Embedding of elliptic curves into $\mathbb{P}^2$ by arbitrary line bundle of degree $3$ Let $E$ be a complex elliptic curve, with distinguished point $x_0 \in E$. Any divisor of degree three is equivalent to the divisor $D=x+2x_0$. If $x=x_0$, it is well known that $L(D)$ has an explicit basis that is usually used as the standard embedding to projective plane 
$$L(D) \cong span(1, \wp, \wp'),$$ where $\wp$ is the Weierstrass function. 
What functions can I choose as a basis for an arbitrary $D$ of degree $3$? 
Of course, the Weierstrass function and constants still belong to $L(D)$, but what is the third function?
 A: AFAICT the answer depends on $x$ a little.
If $x$ is one of the half-periods, then $\wp'$ has a simple zero at $x$,
the other simple zeros of $\wp'$ being the other two non-trivial half-periods, call them $x_2$ and $x_3$. Then the function
$$
f=\frac{(\wp-\wp(x_2))(\wp-\wp(x_3))}{\wp'}
$$
has a simple pole at $x_0$, and a simple pole at $x$. The other zeros of the denominator $\wp'$ are cancelled by the factors in the numerator. The pole at $x_0$ is simple, because the pole order of $\wp$ at $x_0$ is two, and that of $\wp'$ is three. 
OTOH, if $x$ is not one of the half-periods, then the points $\pm x$ are distinct. It is known that $\wp(z)=\wp(x)$, iff $z$ is congruent to $\pm x$
modulo the lattice of periods. Therefore the function
$$
f=\frac{\wp'-\wp'(-x)}{\wp-\wp(x)}
$$
has no pole $-x$, because the zero of the denominator at $-x$ is simple. This function thus has a simple pole at both $x_0$ and $x$, and can be used.

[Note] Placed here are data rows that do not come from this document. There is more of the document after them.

// AutoCellM returns the grid cell edge for a scan of median point spacing
// spacingM, m: the spacing rounded up to 0.05 mm, no smaller than 0.5 mm
// (finer cells hold no more information than the scanner's noise allows at
// the 8 mm form cut-off) and no larger than 2 mm (the default 8 mm cut-off
// must span four cells). A spacing of 0 (unknown) gives 0.5 mm.
func AutoCellM(spacingM float64) float64 {
	c := math.Ceil(spacingM/autoCellStepM-1e-9) * autoCellStepM
	return min(max(c, MinAutoCellM), MaxAutoCellM)
}

// pointIndex is a square-bucket index of points in x-y.
type pointIndex struct {
	h      float64
	x0, y0 float64
	nx, ny int
	start  []int32
	ids    []int32
}

// newPointIndex indexes the points (x[i], y[i]) in buckets of edge h.
func newPointIndex(x, y []float64, h float64) *pointIndex {
	p := &pointIndex{h: h}
	xmin, xmax, ymin, ymax := bounds(x, y)
	if len(x) == 0 {
		xmin, xmax, ymin, ymax = 0, 0, 0, 0
	}
	p.x0, p.y0 = xmin, ymin
	p.nx = int((xmax-xmin)/h) + 1
	p.ny = int((ymax-ymin)/h) + 1
	key := hugemem.Make[int32](len(x), 0)
	parallelRows(len(x), func(i0, i1 int) {
		for i := i0; i < i1; i++ {
			key[i] = int32(p.bucket(x[i], y[i]))
		}
	})
	p.ids, p.start = sortByCell(key, p.nx*p.ny)
	return p
}

func (p *pointIndex) bucket(x, y float64) int {
	i := min(max(int((x-p.x0)/p.h), 0), p.nx-1)
	j := min(max(int((y-p.y0)/p.h), 0), p.ny-1)
	return j*p.nx + i
}

// ring calls f with every point of the buckets at Chebyshev distance
// exactly d from bucket (bi, bj); f returns false to stop.
func (p *pointIndex) ring(bi, bj, d int, f func(id int32) bool) bool {
	for j := bj - d; j <= bj+d; j++ {
		if j < 0 || j >= p.ny {
			continue
		}
		step := 1
		if j != bj-d && j != bj+d {
			step = 2 * d
		}
		for i := bi - d; i <= bi+d; i += max(step, 1) {
			if i < 0 || i >= p.nx {
				continue
			}
			b := j*p.nx + i
			for _, id := range p.ids[p.start[b]:p.start[b+1]] {
				if !f(id) {
					return false
				}
			}
		}
	}
	return true
}

// nearest returns the distance from (x, y) to the nearest indexed point
// other than self that is more than minD away, searching no further than
// maxD (returns +Inf beyond).
func (p *pointIndex) nearest(xs, ys []float64, x, y float64, self int32, minD, maxD float64) float64 {
	bi := min(max(int((x-p.x0)/p.h), 0), p.nx-1)
	bj := min(max(int((y-p.y0)/p.h), 0), p.ny-1)
	best, best2 := math.Inf(1), math.Inf(1)
	minD2 := minD * minD
	if minD < 0 {
		minD2 = -1
	}
	maxRing := int(math.Ceil(maxD/p.h)) + 1
	for d := 0; d <= maxRing && d <= max(p.nx, p.ny); d++ {
		// Points in ring d are at least (d−1)·h away.
		if float64(d-1)*p.h > best {
			break
		}
		p.ring(bi, bj, d, func(id int32) bool {
			if id == self {
				return true
			}
			dx, dy := xs[id]-x, ys[id]-y
			dd := dx*dx + dy*dy
			if dd > minD2 && dd < best2 {
				best2 = dd
				best = math.Sqrt(dd)
			}
			return true
		})
	}
	if best > maxD {
		return math.Inf(1)
	}
	return best
}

It may be easier to think about this in terms of the Weierstrass form of the elliptic curve, and the points $P(x)=(\wp(x),\wp'(x))=(u,v)$ that lie on the curve $$v^2=4u^3-g_2u-g_3.\qquad(*)$$
In the case of a half-period, the point $P(x)$ on the curve $(*)$ has a vertical tangent. In the other cases $\wp-\wp(x)$ is a local parameter at $x$, and we simply use the factor $\wp'-\wp'(-x)$ to cancel the pole at the other zero of the denominator. A cleaner way of using this may be out there.